Aim of the exercise -
Take the lines from the beginning of the data below through the line holding "near(result.inductance_h.value, INDUCTANCE_H, 3e-6);" and return exactly those.

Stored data
▬▬▬▬▬▬▬▬▬▬

/// Points of a node without any error, with the relative uncertainties that are stated for them.
fn exact_points(inductance_h: f64, capacitance_f: f64, added_f: &[f64], relative: [f64; 2]) -> Vec<AddedPoint> {
    let point = |&added: &f64| {
        let ring = frequency_hz(inductance_h, capacitance_f + added);
        point(measured(added, relative[0]), measured(ring, relative[1]))
    };
    added_f.iter().map(point).collect()
}

fn plain(points: &[AddedPoint]) -> Result<AddedResult, AddedRefusal> {
    added_capacitors(points, &AddedOptions::default())
}

fn near(got: f64, expected: f64, relative: f64) {
    assert!((got / expected - 1.0).abs() <= relative, "{got} where {expected} is expected");
}

/// Computed from the formulas: 8 uH and 120 pF ring at 5.136704 MHz; with 100/220/360 pF more at 3.793707, 3.051657 and
/// 2.568352 MHz.
#[test]
fn the_vector_of_8_uh_and_120_pf_is_given_back() {
    let rings = [(0.0, 5.136704e6), (100e-12, 3.793707e6), (220e-12, 3.051657e6), (360e-12, 2.568352e6)];
    let points = rings.map(|(added, ring)| point(measured(added, 0.01), measured(ring, 1e-4)));
    for points in [&points[..], &points[..2], &[points[3], points[0]], &points[1..]] {
        let result = plain(points).unwrap();
        near(result.inductance_h.value, INDUCTANCE_H, 3e-6);
        near(result.node_capacitance_f.value, CAPACITANCE_F, 3e-6);
    }
}

/// Data sheets of flyback controllers: `C = C_added / ((T'/T)^2 - 1)` and `L = T^2 / (4 pi^2 C)`; a doubled period means a third
/// of what was added.
#[test]
fn a_pair_is_the_closed_form() {
    for (bare, loaded, added) in [(520e3, 260e3, 300e-12), (3.1e6, 2.2e6, 100e-12)] {
        let points =
            [point(Measured::exact(0.0), measured(bare, 1e-4)), point(measured(added, 0.01), measured(loaded, 1e-4))];
        let result = plain(&points).unwrap();
        let capacitance = added / ((bare / loaded).powi(2) - 1.0);
        near(result.node_capacitance_f.value, capacitance, 1e-12);
        near(result.inductance_h.value, 1.0 / ((TAU * bare).powi(2) * capacitance), 1e-12);
        assert_eq!((result.degrees_of_freedom, result.probability), (0, None));
        if bare == 2.0 * loaded {
            near(result.node_capacitance_f.value, added / 3.0, 1e-12);
        }
    }
}

/// Derivative of the closed form: the capacitance moves by `2k/(k-1)` of a relative change of either frequency, `k` the squared
/// period ratio: 4.40, 3.09 and 2.67 for 100, 220 and 360 pF on 120 pF. Of the capacitor's own it moves by as much.
#[test]
fn the_uncertainty_of_a_pair_is_the_law_of_propagation() {
    for (added, sensitivity) in [(100e-12, 4.40), (220e-12, 3.09), (360e-12, 2.67)] {
        let u = 1e-4;
        let result = plain(&exact_points(INDUCTANCE_H, CAPACITANCE_F, &[0.0, added], [0.0, u])).unwrap();
        near(result.node_capacitance_f.relative_uncertainty(), u * sensitivity * 2f64.sqrt(), 2e-3);
        // The slope's: (y1 - y0) / C, with 2 y u for each square.
        let (less, more) = (CAPACITANCE_F, CAPACITANCE_F + added);
        near(result.inductance_h.relative_uncertainty(), 2.0 * u * less.hypot(more) / added, 1e-6);
        let result = plain(&exact_points(INDUCTANCE_H, CAPACITANCE_F, &[0.0, added], [0.02, 1e-9])).unwrap();
        near(result.node_capacitance_f.relative_uncertainty(), 0.02, 1e-6);
        near(result.inductance_h.relative_uncertainty(), 0.02, 1e-6);
        // L C0 is known as well as the bare frequency: the two are moved by the capacitor in opposite directions.
        let (l, c) = (result.inductance_h, result.node_capacitance_f);
        near(result.covariance_h_f, -l.standard_uncertainty * c.standard_uncertainty, 1e-6);
    }
}

/// What all capacitors share does not average out, and the time base cancels from the capacitance.
#[test]
fn what_is_common_does_not_shrink_with_the_number_of_points() {
    let many: Vec<f64> = (0..12).map(|index| 40e-12 * f64::from(index)).collect();
    let points = exact_points(INDUCTANCE_H, CAPACITANCE_F, &many, [0.0, 1e-8]);
    let common = AddedOptions { common_meter: 0.005, ..AddedOptions::default() };
    let result = added_capacitors(&points, &common).unwrap();
    near(result.inductance_h.relative_uncertainty(), 0.005, 1e-3);
    near(result.node_capacitance_f.relative_uncertainty(), 0.005, 1e-3);
    let clock = AddedOptions { time_base: 0.001, ..AddedOptions::default() };
    let result = added_capacitors(&points, &clock).unwrap();
    near(result.inductance_h.relative_uncertainty(), 0.002, 1e-3);
    assert!(result.node_capacitance_f.relative_uncertainty() < 1e-6, "{result:?}");
    // Leads shift every capacitor but not the bare node: a pair feels all of it, relative to its capacitor.
    let lead_stray_f = Measured { value: 0.0, standard_uncertainty: 1e-12 };
    let leads = AddedOptions { lead_stray_f, ..AddedOptions::default() };
    let pair = added_capacitors(&points[..4][..].iter().step_by(3).copied().collect::<Vec<_>>(), &leads).unwrap();
    near(pair.node_capacitance_f.relative_uncertainty(), 1.0 / 120.0, 1e-5);
    // A stated stray itself is part of what was added.
    let lead_stray_f = Measured::exact(2e-12);
    let with_leads: Vec<AddedPoint> = many
        .iter()
        .map(|&added| {
            let leads = if added > 0.0 { 2e-12 } else { 0.0 };
            let ring = frequency_hz(INDUCTANCE_H, CAPACITANCE_F + added + leads);
            point(measured(added, 0.01), measured(ring, 1e-5))
        })
        .collect();
    let result = added_capacitors(&with_leads, &AddedOptions { lead_stray_f, ..AddedOptions::default() }).unwrap();
    near(result.node_capacitance_f.value, CAPACITANCE_F, 1e-9);
}

/// Pearson's data with York's weights (Canadian Journal of Physics 44, 1079, 1966), the usual benchmark of a line with errors in
/// both coordinates: intercept 5.47991, slope -0.480533, sum of squares 11.8664 [M]; standard errors of York et al. 2004 0.2949
/// and 0.0580 [M].
#[test]
fn yorks_benchmark_is_reproduced() {
    let x = [0.0, 0.9, 1.8, 2.6, 3.3, 4.4, 5.2, 6.1, 6.5, 7.4];
    let y = [5.9, 5.4, 4.4, 4.6, 3.5, 3.7, 2.8, 2.8, 2.4, 1.5];
    let weights_x = [1e3, 1e3, 5e2, 8e2, 2e2, 8e1, 6e1, 2e1, 1.8, 1.0];
    let weights_y = [1.0, 1.8, 4.0, 8.0, 20.0, 20.0, 70.0, 70.0, 100.0, 500.0];
    let variances = |weights: [f64; 10]| DMatrix::from_diagonal(&DVector::from(weights.map(f64::recip).to_vec()));
    let line = StraightLine::through(&x, &y, &variances(weights_x), &variances(weights_y)).unwrap();
    near(line.intercept, 5.47991, 1e-6);
    near(line.slope, -0.480533, 2e-6);
    near(line.chi_square, 11.8664, 1e-5);
    near(line.covariance[0][0].sqrt(), 0.2949, 2e-2);
    near(line.covariance[1][1].sqrt(), 0.0580, 2e-2);
}
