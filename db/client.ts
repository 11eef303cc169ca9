/** The database of this process: one pool, one drizzle over it. */
import { drizzle, type PostgresJsDatabase } from 'drizzle-orm/postgres-js'
import postgres from 'postgres'

export type Database = PostgresJsDatabase
/** What data functions take: the pool or a transaction of it. */
export type DbOrTx = Pick<
  Database,
  | 'select'
  | 'selectDistinct'
  | 'selectDistinctOn'
  | 'insert'
  | 'update'
  | 'delete'
  | 'execute'
  | 'transaction'
>

export function databaseUrl(): string {
  const url = process.env.DATABASE_URL
  if (!url)
    throw new Error(
      'DATABASE_URL is not set. Start with `npm start` or `npm run dev`, which set it.',
    )
  return url
}

/** A pool of its own; end it with `sql.end()`. */
export function openDatabase(url: string, max = 10) {
  const sql = postgres(url, {
    max,
    connect_timeout: 5,
    // The server gives up on a query before its reader does (see db/deadline.ts).
    connection: { statement_timeout: 5_000, application_name: 'floorside' },
    onnotice: () => undefined,
  })
  return { sql, db: drizzle(sql) as Database }
}

type Opened = ReturnType<typeof openDatabase>
// Development reloads modules; the pool outlives them.
const kept = globalThis as typeof globalThis & { floorsideDatabase?: Opened }

function opened(): Opened {
  kept.floorsideDatabase ??= openDatabase(databaseUrl())
  return kept.floorsideDatabase
}

/** The process's database, opened at first use. */
export function database(): Database {
  return opened().db
}
/** postgres.js beneath it, for LISTEN and for ending. */
export function databaseSql(): Opened['sql'] {
  return opened().sql
}
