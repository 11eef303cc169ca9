/** How long anybody waits for the database, and what its failures become. */
import { DrizzleQueryError } from 'drizzle-orm'
import { AppError } from '@/server/contract/errors'

/** A half-open connection would leave a query waiting for ever, whatever the driver is told. */
const DEADLINE_MS = 5_000

export const NOT_AVAILABLE =
  'The gym’s records cannot be reached just now. Try again in a moment; what you did is kept.'

const CONNECTION_CODES = new Set([
  'ECONNREFUSED',
  'ECONNRESET',
  'CONNECTION_CLOSED',
  'CONNECTION_ENDED',
  'CONNECTION_DESTROYED',
  'CONNECT_TIMEOUT',
  '57P01',
  '57P03',
  '57014',
])
/** Text that PostgreSQL cannot hold, such as NUL in an address: nothing can be found by it. */
const TEXT_CODES = new Set(['22021', '22P05'])

/** A failed query without its parameters: drizzle puts them into the message, and they may be health data. */
class QueryError extends Error {
  readonly code: string
  constructor(code: string, stack: string | undefined) {
    super(`The database refused a query (${code}).`)
    this.name = 'QueryError'
    this.code = code
    const frames = stack?.split('\n').filter((line) => line.trimStart().startsWith('at ')) ?? []
    this.stack = [`QueryError: ${this.message}`, ...frames].join('\n')
  }
}

function codeOf(error: unknown): unknown {
  if (typeof error !== 'object' || error === null) return undefined
  if ('code' in error) return error.code
  return 'cause' in error ? codeOf(error.cause) : undefined
}

function told(error: unknown): unknown {
  const code = String(codeOf(error))
  if (CONNECTION_CODES.has(code)) return new AppError('unavailable', NOT_AVAILABLE)
  if (TEXT_CODES.has(code)) return new AppError('not-found', 'There is nothing of that name.')
  return error instanceof DrizzleQueryError ? new QueryError(code, error.stack) : error
}

/**
 * A function on the database that answers within five seconds or throws `unavailable`, which is also
 * what a lost database becomes. What it had begun may still complete, so writers must bear being repeated.
 */
export function timed<Arguments extends unknown[], Result>(
  work: (...args: Arguments) => Promise<Result>,
): (...args: Arguments) => Promise<Result> {
  return async (...args) => {
    let timer: ReturnType<typeof setTimeout> | undefined
    const late = new Promise<never>((_, reject) => {
      timer = setTimeout(() => reject(new AppError('unavailable', NOT_AVAILABLE)), DEADLINE_MS)
    })
    try {
      return await Promise.race([work(...args), late])
    } catch (error) {
      throw told(error)
    } finally {
      clearTimeout(timer)
    }
  }
}
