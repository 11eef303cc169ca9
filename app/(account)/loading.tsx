export { PageLoading as default } from '@/components/site/page-loading'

▬▬▬▬▬▬▬▬▬▬

Solved problem -
/// Points of a node without any error, with the relative uncertainties that are stated for them.
fn exact_points(inductance_h: f64, capacitance_f: f64, added_f: &[f64], relative: [f64; 2]) -> Vec<AddedPoint> {
    let point = |&added: &f64| {
        let ring = frequency_hz(inductance_h, capacitance_f + added);
        point(measured(added, relative[0]), measured(ring, relative[1]))
    };
    added_f.iter().map(point).collect()
}

fn plain(points: &[AddedPoint]) -> Result<AddedResult, AddedRefusal> {
    added_capacitors(points, &AddedOptions::default())
}

fn near(got: f64, expected: f64, relative: f64) {
    assert!((got / expected - 1.0).abs() <= relative, "{got} where {expected} is expected");
}

/// Computed from the formulas: 8 uH and 120 pF ring at 5.136704 MHz; with 100/220/360 pF more at 3.793707, 3.051657 and
/// 2.568352 MHz.
#[test]
fn the_vector_of_8_uh_and_120_pf_is_given_back() {
    let rings = [(0.0, 5.136704e6), (100e-12, 3.793707e6), (220e-12, 3.051657e6), (360e-12, 2.568352e6)];
    let points = rings.map(|(added, ring)| point(measured(added, 0.01), measured(ring, 1e-4)));
    for points in [&points[..], &points[..2], &[points[3], points[0]], &points[1..]] {
        let result = plain(points).unwrap();
        near(result.inductance_h.value, INDUCTANCE_H, 3e-6);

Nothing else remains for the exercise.